Ryder J's was the more difficult decision, but early on he loses sight of a simple matter of procedure: that judicial review cannot be used as an appeal. The decision under review was a direction which had been made by a district judge (HMCTS had not been joined as they plainly should have been: it was a HMCTS direction decision). For reasons to do with managing practice, Ryder J wanted to become involved; but law (common law and opinion evidence), procedure and practice seem to have become muddled.

First, with respect, he confused ‘liability' with payment: I may pay for my car to get it out of the garage; I may ultimately not be liable for the cost of its repair because it was badly done. Liability for costs (which includes disbursements or expenses) arises when the court deals with costs at the end of the case (Senior Courts Act 1981 s 51(1)). At the case management stage the court can direct who is to pay expenses. Often it will be the party who seeks the report (eg a defendant insurer). Parties are ‘jointly and severally liable' unless the court otherwise directs (FPR 2010 r 25.12(6)). Thus in the absence of a direction, the creditor expert can go against who s/he wishes (a matter of law, not reflected upon by the judge). How expenses are actually paid does not dictate how the court exercises its discretion under s 51(1); and if the court makes a direction (ie it is not an order) under r 25.12(6) that can be overridden by s 51(1).

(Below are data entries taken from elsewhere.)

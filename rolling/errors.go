package rolling

import "errors"

var (
	// ErrBadSpec is returned by NewSensor for a window whose span or pane
	// width is not positive, or whose span is not a whole multiple of its
	// pane width.
	ErrBadSpec = errors.New("rolling: bad window spec")

	// ErrNonFinite is returned by Sensor.Add for a NaN or infinite value.
	ErrNonFinite = errors.New("rolling: value is not finite")

	// ErrTooOld is returned by Sensor.Add when the reading's pane is older
	// than every window of the sensor; nothing was stored.
	ErrTooOld = errors.New("rolling: reading older than every window")

	// ErrPaneFull is returned by Sensor.Add when a pane already holds
	// the maximum count of readings (2³²−1); nothing was stored.
	ErrPaneFull = errors.New("rolling: pane holds too many readings")

	// ErrNotEnoughData is set in Fit.Err when the window holds no more
	// readings than the model has coefficients (for exp: no more positive
	// readings than coefficients).
	ErrNotEnoughData = errors.New("rolling: not enough data")

	// ErrNoTimeSpread is set in Fit.Err when every reading of the window
	// carries the same time, so no rate can be fitted.
	ErrNoTimeSpread = errors.New("rolling: all readings at one instant")

	// ErrSingular is set in Fit.Err when the normal matrix is not
	// positive definite: the readings sit at too few distinct instants
	// for the model (e.g. two instants for a parabola).
	ErrSingular = errors.New("rolling: normal matrix not positive definite")

	// ErrConstant is set in Fit.Err when every value used by the fit is
	// the same. The coefficients are still exact (level = the value, rates
	// zero) and the standard errors zero, but R² is undefined and left 0.
	ErrConstant = errors.New("rolling: all values equal")

	// ErrNumeric is set in Fit.Err when the fit's numbers are not finite:
	// the sums are beyond float64's range (values near 1e150 or more).
	ErrNumeric = errors.New("rolling: sums out of floating-point range")

	// ErrModel is returned for a Model value the operation does not support.
	ErrModel = errors.New("rolling: unsupported model")
)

What Ryder J has sought to do is to impose on an area - costs - which is classically one for judicial discretion, a form of restraint which is both impractical (how can a children lawyer risk his firm not being paid?) and of questionable legality (appeal by judicial review years out of time). It will encourage the LAA to obstruct the courts in providing for the welfare of children. It takes no account of Children Act 1989 s 1 (the section was not even mentioned). It overlooks that fact that LAA (in its various guises) has a long history - going back as long as the precursors of Access to Justice Act 1999 s 22(4) - of enforcing costs orders where it has paid the initial bill.

If the state cannot provide children initially and the LAA mop up costs orders after the event (which what s 22(4) really means), then it will truly be a poor day for some children who are damaged in their parents' and the court's cross-fire.

David Burrows is author of Practice of Family Law: Evidence and Procedure (Jordans, 2012). Costs are dealt with in Chapter 13.

The views expressed by contributing authors are not necessarily those of Family Law or Jordan Publishing and should not be considered as legal advice.